Considérant ce qui suit :
M. B… A… a été recruté par le recteur de l’académie de Strasbourg à compter du 15 septembre 2022 en qualité de maître délégué. Le 2 février 2023, le recteur a émis à son encontre un titre exécutoire d’un montant de 1 950,36 euros, correspondant à une récupération d’indu sur rémunération. M. A… doit être regardé comme en demandant l’annulation.
Sur les conclusions à fin d’annulation :
En premier lieu, aux termes de l’article R. 914-58 du code de l’éducation : « Les maîtres délégués exerçant dans les établissements d’enseignement privés sous contrat d’association sont soumis, pour la détermination de leurs conditions d’exercice et de cessation de fonctions, aux règles applicables aux agents contractuels enseignants de l’enseignement public des premier et second degrés. Ils bénéficient, dans les mêmes conditions que ces derniers, du régime de travail à temps partiel, du régime des congés de toute nature ainsi que d’autorisations d’absence ». Aux termes de l’article 12 du décret n° 86-83 du 17 janvier 1986 susvisé : « L’agent contractuel en activité bénéficie, sur présentation d’un certificat médical, pendant une période de douze mois consécutifs si son utilisation est continue ou au cours d’une période comprenant trois cents jours de services effectifs si son utilisation est discontinue, de congés de maladie dans les limites suivantes : / Après quatre mois de services : / – un mois à plein traitement ». À supposer que M. A…, qui déclare son « incompréhension » du titre exécutoire dont il a fait l’objet, ait ainsi entendu contester l’origine de la créance litigieuse, il ressort toutefois des pièces du dossier qu’il a été placé en congé de maladie ordinaire du 4 novembre 2022 au 18 novembre 2022, puis du 23 novembre 2022 au 7 décembre 2022, et que, ayant été recruté à compter du 15 septembre 2022, il ne disposait pas de l’ancienneté requise par les dispositions précitées pour bénéficier d’un plein traitement pendant son congé maladie. Le moyen doit être écarté.
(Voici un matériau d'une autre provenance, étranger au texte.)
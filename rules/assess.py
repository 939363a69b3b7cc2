"""The engine: one stream's steps, baseline and plan in, its standing and every shift found out."""

from __future__ import annotations

import math
from collections.abc import Sequence
from dataclasses import replace

import numpy as np

from rules import protocol
from rules.alerting import DIRECTIONS, Alerting
from rules.bank import Side, crossing_with_floor
from rules.baseline import baseline_figures, screen
from rules.calibration import Calibration
from rules.dispersion import over_dispersed
from rules.evidence import drifted
from rules.keeping import typical_step
from rules.model import (
    Assessment,
    BaselineFigures,
    BaselinePlan,
    Caution,
    Plan,
    Settled,
    Standing,
    Steps,
)
from rules.points import Points
from rules.start import (
    DEFAULT_FIRST_EVENTS,
    GUARD_FROM_EVENTS,
    Start,
)

__all__ = ["assess"]

_YEAR_US = 365.25 * 86400e6
_LOG_FLOOR = math.log(protocol.FLOOR_PROBABILITY)
_MIN_ELAPSED_YEARS = 1.0 / 365.25


def assess(steps: Steps, plan: Plan, settled: Sequence[Settled], now_us: int) -> Assessment:
    """Judge a stream.

    Parameters
    ----------
    steps : Steps
        The whole history; the result depends on nothing else, least of all on how it was delivered.
    plan : Plan
        Baseline, budget share and directions.
    settled : sequence of Settled
        Earlier alerts in the order of their raising, open ones with ``settled_us`` None. The k-th signal of
        a direction is the k-th of these with that direction.
    now_us : int
        Present moment, microseconds since 1970 UTC; only settlements up to it count.

    Returns
    -------
    Assessment

    Notes
    -----
    methods.md sections 1 to 6: the protocol is that of :mod:`rules.simulate`, which calibrates it.

    Examples
    --------
    >>> from rules.model import Timeline
    >>> at = np.arange(1, 31) * 86_400_000_000
    >>> gaps = np.full(30, 40.0)
    >>> steps = Steps(gaps, np.ones(30, dtype=np.int64), at, np.arange(30), 0.0, int(at[-1]), 0,
    ...               Timeline(np.cumsum(gaps), at, stepped=True))
    >>> assess(steps, Plan(BaselinePlan(first_events=12), 0.05), [], int(at[-1])).standing
    'steady'
    """
    return Replay(steps, plan, settled, now_us).run()
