class Config(Strict):
    """A checked configuration."""

    plant: t.Plant
    store: t.Store = t.Store()
    calendar: t.Calendar = t.Calendar()
    schedule: t.Schedule = t.Schedule()
    alerting: t.Alerting = t.Alerting()
    channels: dict[str, t.Channel] = {}
    recipients: dict[str, t.Recipient] = {}
    sources: dict[str, t.Source] = {}
    streams: dict[str, t.Stream] = {}
    path: Path = Field(default=Path("plant.toml"), exclude=True)

    @property
    def folder(self) -> Path:
        """Folder of the file; relative paths start here."""
        return self.path.parent

    @cached_property
    def zone(self) -> ZoneInfo:
        """Plant time."""
        return ZoneInfo(self.plant.timezone)

    @property
    def store_url(self) -> str:
        """Store address with a relative SQLite path resolved."""
        prefix = "sqlite:///"
        if self.store.url.startswith(prefix):
            return prefix + str(self.folder / self.store.url.removeprefix(prefix))
        return self.store.url

    def stream_share(self, name: str) -> float:
        """Promised false alerts a year of one stream."""
        return self.alerting.false_alerts_per_year * self.streams[name].share / self._shares

    def recipients_of(self, stream: str) -> list[str]:
        """Groups that hear of a stream's alerts."""
        notify = self.streams[stream].notify
        return list(self.recipients) if notify is None else list(notify)

    def source_settings(self, name: str) -> SourceSettings:
        """What the connector needs to know of a source."""
        s = self.sources[name]
        assert s.columns is not None
        columns = s.columns
        stored: dict[str, None] = dict.fromkeys([*columns.attributes, *columns.private, *s.key, *s.void])
        for stream in self.streams.values():
            if stream.source == name:
                stored |= dict.fromkeys([*stream.event, *stream.where])
                if isinstance(stream.cluster, t.ClusterColumn):
                    stored[stream.cluster.column] = None
            made_by = stream.source if stream.production is None else stream.production.source
            if stream.production is not None and made_by == name:
                stored |= dict.fromkeys(stream.production.where)
            if stream.opportunities is not None and made_by == name:
                stored[stream.opportunities.column] = None
        return SourceSettings(
            name=name, kind=s.kind, base=self.folder, zone=ZoneInfo(s.timezone) if s.timezone else self.zone,
            columns=ColumnMap(
                columns.time, columns.unit, columns.quantity, columns.defects, columns.opportunities, columns.attributes,
                columns.private,
            ),
            folder=self.folder / s.folder if s.folder else None, pattern=s.pattern, key=s.key, void=dict(s.void),
            stored=tuple(stored), encoding=s.encoding, delimiter=s.delimiter, decimal=s.decimal, thousands=s.thousands,
            dates=s.dates, settle_seconds=s.settle_seconds, failing_unit=s.failing_unit,
        )  # fmt: skip

    def reading_fingerprint(self, name: str) -> str:
        """Changes exactly when a source's rows would be understood differently."""
        s = self.source_settings(name)
        parts = [
            s.columns, str(s.zone), s.key, sorted(s.void.items()), sorted(s.stored), s.encoding, s.delimiter, s.decimal,
            s.thousands, s.dates,
        ]  # fmt: skip
        return hashlib.sha256(repr(parts).encode()).hexdigest()[:32]

    @property
    def later(self) -> list[str]:
        """Lines about keys that are valid but whose feature this version does not have yet."""
        return list(_later(self))

    def later_of(self, name: str) -> list[str]:
        """Such lines of one stream."""
        return list(_later_of_stream(self, name))

    @cached_property
    def _shares(self) -> float:
        return sum(s.share for s in self.streams.values())


def _line(where: str, what: str) -> str:
    return f"{where}: {what} is not yet available in this version."


def _later(config: Config) -> Iterator[str]:
    for name, source in config.sources.items():
        if source.kind != "csv-drop":
            yield _line(f"[sources.{name}] kind", f'"{source.kind}"')
        if source.archive is not None:
            yield _line(f"[sources.{name}] archive", "moving files after reading")
    for name, channel in config.channels.items():
        if channel.kind == "matrix":
            yield _line(f"[channels.{name}] kind", '"matrix"')
        if channel.kind == "webhook" and channel.body == "template":
            yield _line(f"[channels.{name}] body", '"template"')
        if channel.kind == "email" and channel.replies is not None:
            yield _line(f"[channels.{name}] replies", "answering by mail")
    for name in config.streams:
        yield from _later_of_stream(config, name)


def _later_of_stream(config: Config, name: str) -> Iterator[str]:
    stream = config.streams[name]
    if stream.form == "auto":
        yield _line(f"[streams.{name}] form", '"auto"')
    made_by = config.sources.get(stream.production.source) if stream.production is not None else None
    if made_by is not None and made_by.kind != "csv-drop":
        yield _line(f"[streams.{name}] production", "a source of this kind")


def load_config(path: Path) -> Config:
    """Read and check a configuration; raises ``ConfigError`` with every problem found."""
    path = path.absolute()
    name = path.name
    try:
        text = path.read_bytes().decode("utf-8")
    except OSError as error:
        raise ConfigError(
            [f"{path}: the configuration cannot be read: {error.strerror or error}."]
        ) from error
    except UnicodeDecodeError as error:
        raise ConfigError([f"{name}: the file is not UTF-8 text (byte {error.start})."]) from error
    try:
        raw = tomllib.loads(text)
    except tomllib.TOMLDecodeError as error:
        raise ConfigError([f"{name}: this is not valid TOML: {error}."]) from error
    problems = [f"{name}: {p}" for p in _control_characters(raw)]
    config: Config | None = None
    try:
        config = Config.model_validate({**raw, "path": path} if "path" not in raw else raw)
    except ValidationError as error:
        problems += [f"{name}: {_sentence(e, raw)}" for e in error.errors(include_url=False)]
    problems += [f"{name}: {p}" for p in _references(raw)]
    if config is not None:
        problems += [f"{name}: {p}" for p in _consistency(config)]
    if problems or config is None:
        raise ConfigError(list(dict.fromkeys(problems)))
    return config


def _control_characters(raw: Any, where: str = "") -> Iterator[str]:
    if isinstance(raw, Mapping):
        for key, value in raw.items():
            yield from _control_characters(value, f"{where}.{key}" if where else str(key))
    elif isinstance(raw, list):
        for value in raw:
            yield from _control_characters(value, where)
    elif isinstance(raw, str) and any(ord(c) < 32 or 0x7F <= ord(c) < 0xA0 for c in raw):
        if where.endswith((".delimiter", ".query", ".reaction_plan")) and not set(raw) - set("\t\n") & set(
            map(chr, range(32))
        ):
            return
        table, _, key = where.rpartition(".")
        yield f"[{table}] {key}: the text holds a control character; plain text was expected."


def _place(location: tuple[int | str, ...]) -> tuple[str, str, list[int | str]]:
    """Table and key of an error; union branches that pydantic adds are left out."""
    names = {"email", "matrix", "webhook", "Secret", "str", "Span", "ClusterColumn"}
    parts: list[int | str] = []
    for i, part in enumerate(location):
        inserted = isinstance(part, str) and (part in names or part.startswith("function-"))
        if inserted and i >= 2 and not (location[0] in {"streams", "sources"} and i == 2):
            continue
        parts.append(part)
    depth = 2 if parts and parts[0] in {"channels", "recipients", "sources", "streams"} else 1
    table = ".".join(str(p) for p in parts[:depth])
    key = ".".join(str(p) for p in parts[depth:])
    return table, key, parts
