class MailSender:
    """One submission session, opened when first needed and kept for a pass."""

    def __init__(
        self, channel: EmailChannel, *, plant: str, folder: Path, timeout_s: float = TIMEOUT_S
    ) -> None:
        self._channel = channel
        self._plant = plant
        self._folder = folder
        self._timeout_s = timeout_s
        self._session: smtplib.SMTP | None = None
        self._hidden = Hidden()

    def send(self, message: Message, to: Sequence[str], *, shown_to: Sequence[str] | None = None) -> Outcome:
        """Send; at once again without pictures when the server finds the mail too big."""
        if not to:
            return Outcome("refused", "The message has no address to go to.")
        try:
            return self._submit(self._bytes(message, shown_to or to), to)
        except _TooBigError as first:
            if not message.images:
                return Outcome("refused", f"{first}", refused=tuple(to))
        except ValueError as error:  # an address or text that no mail can carry
            return Outcome(
                "refused",
                f"The message cannot be written as a mail ({type(error).__name__}).",
                refused=tuple(to),
            )
        try:
            outcome = self._submit(self._bytes(message.without_pictures(), shown_to or to), to)
        except _TooBigError as second:
            return Outcome("refused", f"{second} (also without pictures)", refused=tuple(to))
        return Outcome(
            outcome.kind, f"{outcome.detail} (without pictures)", outcome.accepted, outcome.refused,
            channel_wide=outcome.channel_wide,
        )  # fmt: skip

    def probe(self) -> Outcome:
        """Connect and log in, send nothing."""
        session = self._open()
        if isinstance(session, Outcome):
            return session
        self.close()
        return Outcome("sent", f"{self._channel.host} accepts us.")

    def close(self) -> None:
        """End the session."""
        session, self._session = self._session, None
        if session is None:
            return
        with suppress(OSError, smtplib.SMTPException, ValueError):
            if session.sock is not None:
                session.sock.settimeout(_QUIT_TIMEOUT_S)
            session.quit()
        session.close()

    def _bytes(self, message: Message, shown_to: Sequence[str]) -> bytes:
        mail = build_mail(message, plant=self._plant, sender=self._channel.sender, to=shown_to)
        return mail.as_bytes()

    def _drop(self) -> None:
        session, self._session = self._session, None
        if session is not None:
            session.close()

    def _later(self, why: str, *, channel_wide: bool = False, refused: tuple[str, ...] = ()) -> Outcome:
        return Outcome("later", why, refused=refused, channel_wide=channel_wide)

    def _paused(self, why: str) -> Outcome:
        self._drop()
        return Outcome("paused", why, channel_wide=True)

    def _reply(self, code: int, reply: bytes | str) -> str:
        return f"{code} {scrub(reply, self._hidden)}".strip()

    # ------------------------------------------------------------------ opening a session

    def _open(self) -> smtplib.SMTP | Outcome:
        """Return a session that may send, or why there is none."""
        if self._session is not None:
            return self._session
        c = self._channel
        try:
            password = c.password.reveal() if c.password else None
        except (SecretMissingError, UnicodeError) as error:
            reason = (
                str(error) if isinstance(error, SecretMissingError) else "The password is not UTF-8 text."
            )
            return self._paused(reason)
        self._hidden = Hidden.of(password, user=c.username)
        if password is not None and c.security == "none" and not is_loopback(c.host):
            return self._paused(f"A login to {c.host} without TLS would show the password; nothing was sent.")
        try:
            context = tls_context(
                trusted_file(c.ca_file, self._folder, "SSL_CERT_FILE", "REQUESTS_CA_BUNDLE")
            )
        except TrustError as error:
            return self._paused(str(error))
        try:
            self._session = self._connect(context)
            closed = self._encrypt(self._session, context) or self._log_in(self._session, password)
        except ssl.SSLCertVerificationError as error:
            return self._paused(f"The certificate of {c.host} is not trusted: {error.verify_message}.")
        except smtplib.SMTPResponseException as error:
            self._drop()
            what = f"{c.host} answered {self._reply(error.smtp_code, error.smtp_error)}."
            return self._later(what, channel_wide=True)
        except (OSError, smtplib.SMTPException, ValueError) as error:
            self._drop()
            said = scrub(str(error), self._hidden) or type(error).__name__
            return self._later(f"{c.host} port {c.port} cannot be reached: {said}.", channel_wide=True)
        return closed or self._session

    def _context(self) -> ssl.SSLContext:
        c = self._channel
        return tls_context(trusted_file(c.ca_file, self._folder, "SSL_CERT_FILE", "REQUESTS_CA_BUNDLE"))

    def _connect(self, context: ssl.SSLContext | None) -> smtplib.SMTP:
        c = self._channel
        name = socket.gethostname()  # without asking a name server, which smtplib would
        name = name if _HOST_NAME.fullmatch(name) else "[127.0.0.1]"
        session: smtplib.SMTP
        if c.security == "tls":
            session = smtplib.SMTP_SSL(c.host, c.port, name, timeout=self._timeout_s, context=context)
        else:
            session = smtplib.SMTP(c.host, c.port, name, timeout=self._timeout_s)
        try:
            session.ehlo_or_helo_if_needed()
        except BaseException:
            session.close()
            raise
        return session

    def _encrypt(self, session: smtplib.SMTP, context: ssl.SSLContext | None) -> Outcome | None:
        c = self._channel
        if c.security != "starttls":
            return None
        if not session.has_extn("starttls"):
            return self._paused(f"{c.host} offers no STARTTLS; nothing is sent in clear text.")
        try:
            session.starttls(context=context)
        except smtplib.SMTPResponseException as error:
            if error.smtp_code >= 500:
                answer = self._reply(error.smtp_code, error.smtp_error)
                return self._paused(f"{c.host} refused STARTTLS: {answer}; nothing is sent in clear text.")
            raise
        session.ehlo()
        return None

    def _log_in(self, session: smtplib.SMTP, password: str | None) -> Outcome | None:
        c = self._channel
        if c.username is None or password is None:
            return None
        try:
            if f"{c.username}{password}".isascii():
                session.login(c.username, password)
            else:
                self._log_in_beyond_ascii(session, c.username, password)
        except smtplib.SMTPAuthenticationError as error:
            answer = self._reply(error.smtp_code, error.smtp_error)
            if 400 <= error.smtp_code < 500:  # such as 454: the server cannot look it up just now
                self._drop()
                return self._later(f"{c.host} put off the login: {answer}.", channel_wide=True)
            return self._paused(f"{c.host} refused the login of {c.username}: {answer}.")
        except smtplib.SMTPNotSupportedError:
            return self._paused(f"{c.host} offers no way to log in.")
        except smtplib.SMTPResponseException:
            raise
        except smtplib.SMTPServerDisconnected:
            raise
        except smtplib.SMTPException:  # what smtplib says when no mechanism is known to both sides
            return self._paused(f"{c.host} offers no way to log in that is known here.")
        return None

    def _log_in_beyond_ascii(self, session: smtplib.SMTP, username: str, password: str) -> None:
        """AUTH PLAIN in UTF-8 (RFC 4616); the standard library knows ASCII only."""
        if "PLAIN" not in session.esmtp_features.get("auth", "").upper().split():
            raise smtplib.SMTPNotSupportedError
        proof = base64.b64encode(f"\0{username}\0{password}".encode()).decode("ascii")
        code, reply = session.docmd("AUTH", f"PLAIN {proof}")
        if code != 235:
            raise smtplib.SMTPAuthenticationError(code, reply)

    # ------------------------------------------------------------------ one message

    def _submit(self, raw: bytes, to: Sequence[str]) -> Outcome:
        """Hand over one mail; a kept session that went stale is opened anew, once."""
        kept = self._session is not None
        session = self._open()
        if isinstance(session, Outcome):
            return session
        outcome = self._envelope(session, raw, to)
        if outcome is None and kept:
            session = self._open()
            if isinstance(session, Outcome):
                return session
            outcome = self._envelope(session, raw, to)
        return outcome or self._later(f"The line to {self._channel.host} broke before anything was sent.")

    def _envelope(self, session: smtplib.SMTP, raw: bytes, to: Sequence[str]) -> Outcome | None:
        """MAIL, RCPT for each address, DATA; None when the line is dead at the very start."""
        c = self._channel
        size = [f"size={len(raw)}"] if session.has_extn("size") else []
        try:
            code, reply = session.mail(c.sender, size)
        except (OSError, smtplib.SMTPServerDisconnected):
            self._drop()
            return None
        answer = self._reply(code, reply)
        if code == 421:
            self._drop()
            return self._later(f"{c.host} put it off: {answer}.", channel_wide=True)
        if code in _NEEDS_LOGIN:
            return self._paused(f"{c.host} wants another login: {answer}.")
        if code == 552 or (code >= 500 and _TOO_BIG.search(answer)):
            self._reset()
            raise _TooBigError(f"The mail is too big for {c.host}: {answer}.")
        if not 200 <= code < 300:
            self._reset()
            if code >= 500:
                return Outcome(
                    "refused", f"{c.host} refused the sender {c.sender}: {answer}.", refused=tuple(to)
                )
            return self._later(f"{c.host} put it off: {answer}.")
        return self._recipients(session, raw, to)

    def _recipients(self, session: smtplib.SMTP, raw: bytes, to: Sequence[str]) -> Outcome:
        """Judge every address on its own."""
        c = self._channel
        good: list[str] = []
        never: list[str] = []
        said: list[str] = []
        for address in to:
            try:
                code, reply = session.rcpt(address)
            except (OSError, smtplib.SMTPServerDisconnected) as error:
                self._drop()
                return self._later(f"The line to {c.host} broke at {address} ({type(error).__name__}).")
            answer = self._reply(code, reply)
            if code == 421:
                self._drop()
                return self._later(f"{c.host} put it off: {answer}.", channel_wide=True)
            if code in _NEEDS_LOGIN:
                return self._paused(f"{c.host} wants another login: {answer}.")
            if 200 <= code < 300:
                good.append(address)
                continue
            said.append(f"{address}: {answer}")
            # RFC 5321 4.5.3.1.10: 552 to RCPT means too many at once, to be treated like 452
            if code >= 500 and code != 552:
                never.append(address)
        told = "; ".join(said)
        if not good:
            self._reset()
            if len(never) == len(to):
                return Outcome("refused", told, refused=tuple(never))
            return self._later(told, refused=tuple(never))
        return self._content(session, raw, to, tuple(good), tuple(never), told)

    def _content(
        self, session: smtplib.SMTP, raw: bytes, to: Sequence[str], good: tuple[str, ...], never: tuple[str, ...], told: str
    ) -> Outcome:  # fmt: skip
        c = self._channel
        try:
            code, reply = session.data(raw)
        except smtplib.SMTPDataError as error:  # the answer to DATA itself, before any content
            code, reply = error.smtp_code, error.smtp_error  # type: ignore[assignment]  # typed as text or bytes
        except (OSError, smtplib.SMTPServerDisconnected) as error:
            self._drop()
            return self._later(
                f"The line to {c.host} broke ({type(error).__name__}); the mail may have arrived, a repeat carries the same id.",
                refused=never,
            )
        answer = self._reply(code, reply)
        if 200 <= code < 300:
            if not told:
                return Outcome("sent", answer, good)
            some_wait = len(good) + len(never) < len(to)
            return Outcome("partly" if some_wait else "sent", f"accepted, but for {told}", good, never)
        if code == 421:
            self._drop()
            return self._later(f"{c.host} put it off: {answer}.", channel_wide=True, refused=never)
        self._reset()
        if code == 552 or (code >= 500 and _TOO_BIG.search(answer)):
            raise _TooBigError(f"The mail is too big for {c.host}: {answer}.")
        if code in _NEEDS_LOGIN:
            return self._paused(f"{c.host} wants another login: {answer}.")
        if code >= 500:
            return Outcome("refused", f"{c.host} refused it: {answer}.", refused=tuple(to))
        return self._later(f"{c.host} put it off: {answer}.", refused=never)

    def _reset(self) -> None:
        try:
            if self._session is not None:
                self._session.rset()
        except (OSError, smtplib.SMTPException):
            self._drop()
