import { find, recordsOf, type JobDocument } from '../../../../shared/model/jobDocument.ts'
import type { Device } from '../../../../shared/model/device.ts'
import type { Column } from './columns.ts'
import type { Heights } from './heights.ts'
import { metrics } from './metrics.ts'
import type { Placing } from './placeRooms.ts'
import type { PortSpot, RackBox, RackUnit } from './riserLayout.ts'

const fullRow = 12
const mostStretch = 1.3

/** Devices of each rack, the highest first. */
export function devicesByRack(doc: JobDocument): Map<string, Device[]> {
  const byRack = new Map<string, Device[]>()
  for (const device of recordsOf(doc, 'device')) if (device.rackId) byRack.set(device.rackId, [...(byRack.get(device.rackId) ?? []), device])
  for (const devices of byRack.values()) devices.sort((a, b) => (b.unit ?? 0) - (a.unit ?? 0) || a.name.localeCompare(b.name))
  return byRack
}

/** Draws the racks: one row for each device, taller ones a little taller, with a mark for each port of a panel. */
export function drawRacks(doc: JobDocument, columns: readonly Column[], placing: Placing, heights: Heights, devices: ReadonlyMap<string, readonly Device[]>): RackBox[] {
  return columns.flatMap((column) =>
    column.racks.map(({ rack, storey }, index): RackBox => {
      const band = placing.bands[column.index]!.racks[index]!
      const box = heights.storeys[storey]!
      const x = placing.columns[column.index]! + band.offset - band.width / 2
      const y = box.ceiling + metrics.rack.over
      const h = box.floor - metrics.rack.under - y
      return { rack, storey, x, y, w: band.width, h, units: unitsOf(doc, devices.get(rack.id) ?? [], x, y, band.width, h) }
    }),
  )
}

function unitsOf(doc: JobDocument, devices: readonly Device[], x: number, y: number, w: number, h: number): RackUnit[] {
  const weights = devices.map((device) => {
    const model = find(doc, 'deviceModel', device.modelId)
    const base = 0.8 + 0.35 * (Math.max(1, model?.rackUnits ?? 1) - 1)
    return model?.category === 'panel' && model.terminals.length > 12 ? Math.max(1, base) : base
  })
  const space = h - 2 * metrics.rack.pad
  const row = Math.min(fullRow * mostStretch, space / Math.max(1, weights.reduce((sum, weight) => sum + weight, 0)))
  let at = y + metrics.rack.pad
  return devices.map((device, index) => {
    const height = row * weights[index]!
    const unit = unitOf(doc, device, { x: x + 5, y: at, w: w - 10, h: height - Math.min(1.5, height * 0.15) })
    at += height
    return unit
  })
}

function unitOf(doc: JobDocument, device: Device, box: { x: number; y: number; w: number; h: number }): RackUnit {
  const model = find(doc, 'deviceModel', device.modelId)
  const isPanel = model?.category === 'panel'
  const terminals = [...(model?.terminals ?? [])].sort((a, b) => a.position - b.position)
  const rows = terminals.length > 24 ? 2 : 1
  const each = Math.ceil(terminals.length / rows)
  const from = box.x + Math.min(27, box.w * 0.42)
  const step = (box.x + box.w - 3 - from) / Math.max(1, each)
  const ports = terminals.map((terminal, index): PortSpot => {
    const line = Math.floor(index / each)
    return { key: terminal.key, x: from + step * ((index % each) + 0.5), y: box.y + (box.h * (line + 0.5)) / rows }
  })
  return { ...box, device, text: device.code ?? device.name, isPanel, ports }
}
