import type { JobSummary } from '../../../shared/api/jobs.ts'
import type { Progress } from '../../../shared/derive/facts.ts'

/** Where a job stands by what was recorded. Gates and dates are not kept yet, so none are shown. */
export type JobPlace = 'design' | 'wall' | 'trim' | 'tested'

export function placeOf({ standing }: JobSummary): JobPlace {
  if (!standing || standing.progress.pulled === 0) return 'design'
  const { total, pulled, tested } = standing.progress
  return tested === total ? 'tested' : pulled === total ? 'trim' : 'wall'
}

/** How far along the line Design, Pulled, Terminated, Tested the job is, 0 to 1: a third of the way for each, by its share. */
export function shareAlong(progress: Progress | undefined): number {
  if (!progress || progress.total === 0) return 0
  return (progress.pulled + progress.terminated + progress.tested) / (3 * progress.total)
}

/** The next thing that is not done, counted: "31 of 60 pulled". */
export function standingWords(progress: Progress | undefined): string {
  if (!progress) return 'working out'
  const { total, pulled, terminated, tested } = progress
  if (total === 0) return 'no runs yet'
  if (tested === total) return 'all tested'
  if (pulled === 0) return `${total} planned`
  if (pulled < total) return `${pulled} of ${total} pulled`
  if (terminated < total) return `${terminated} of ${total} terminated`
  return `${tested} of ${total} tested`
}

/** What the ring counts: what is being worked on now. */
export function ringCount(progress: Progress): number {
  const { total, pulled, terminated, tested } = progress
  return pulled < total ? pulled : terminated < total ? terminated : tested
}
En deuxième lieu, M. A… fait valoir que la somme réclamée de 1 950,36 euros est supérieure à son salaire qui est d’environ 1 800 euros, Toutefois, il résulte de ce qui a été dit au point précédent que la somme de 1 950,36 euros a été indument versée. L’administration était dès lors fondée à récupérer cette somme. Le moyen doit être écarté en toute hypothèse.
En troisième lieu, M. A… soutient qu’il n’a pas été tenu compte d’une régularisation de son salaire, opérée en novembre 2022. Il n’assortit cependant pas cette assertion des précisions de fait et de droit nécessaires pour y statuer en toute connaissance de cause. Le moyen ne peut qu’être écarté.
En dernier lieu, M. A… fait valoir que la créance réclamée par l’administration le plonge dans d’importantes difficultés financières. Ces considérations sont cependant sans incidence sur la légalité du titre exécutoire contesté et M. A… ne sollicite pas de remise gracieuse de sa créance. Le moyen doit être écarté.
Il résulte de ce qui précède que la requête de M. A… doit être rejetée.
D E C I D E :
La requête de M. A… est rejetée.
Le présent jugement sera notifié à M. B… A… et au ministre de l’éducation nationale. Copie en sera adressée au recteur de l’académie de Strasbourg.
Délibéré après l’audience du 13 novembre 2025, à laquelle siégeaient :
M. Dhers, président,
M. Boutot, premier conseiller,
M. Latieule, conseiller.
Rendu public par mise à disposition au greffe, le 11 décembre 2025.
Le rapporteur,
L. Boutot
S. Dhers
La greffière,
N. Adjacent
La République mande et ordonne au ministre de l’éducation nationale, en ce qui le concerne ou à tous commissaires de justice à ce requis en ce qui concerne les voies de droit commun contre les parties privées, de pourvoir à l’exécution de la présente décision.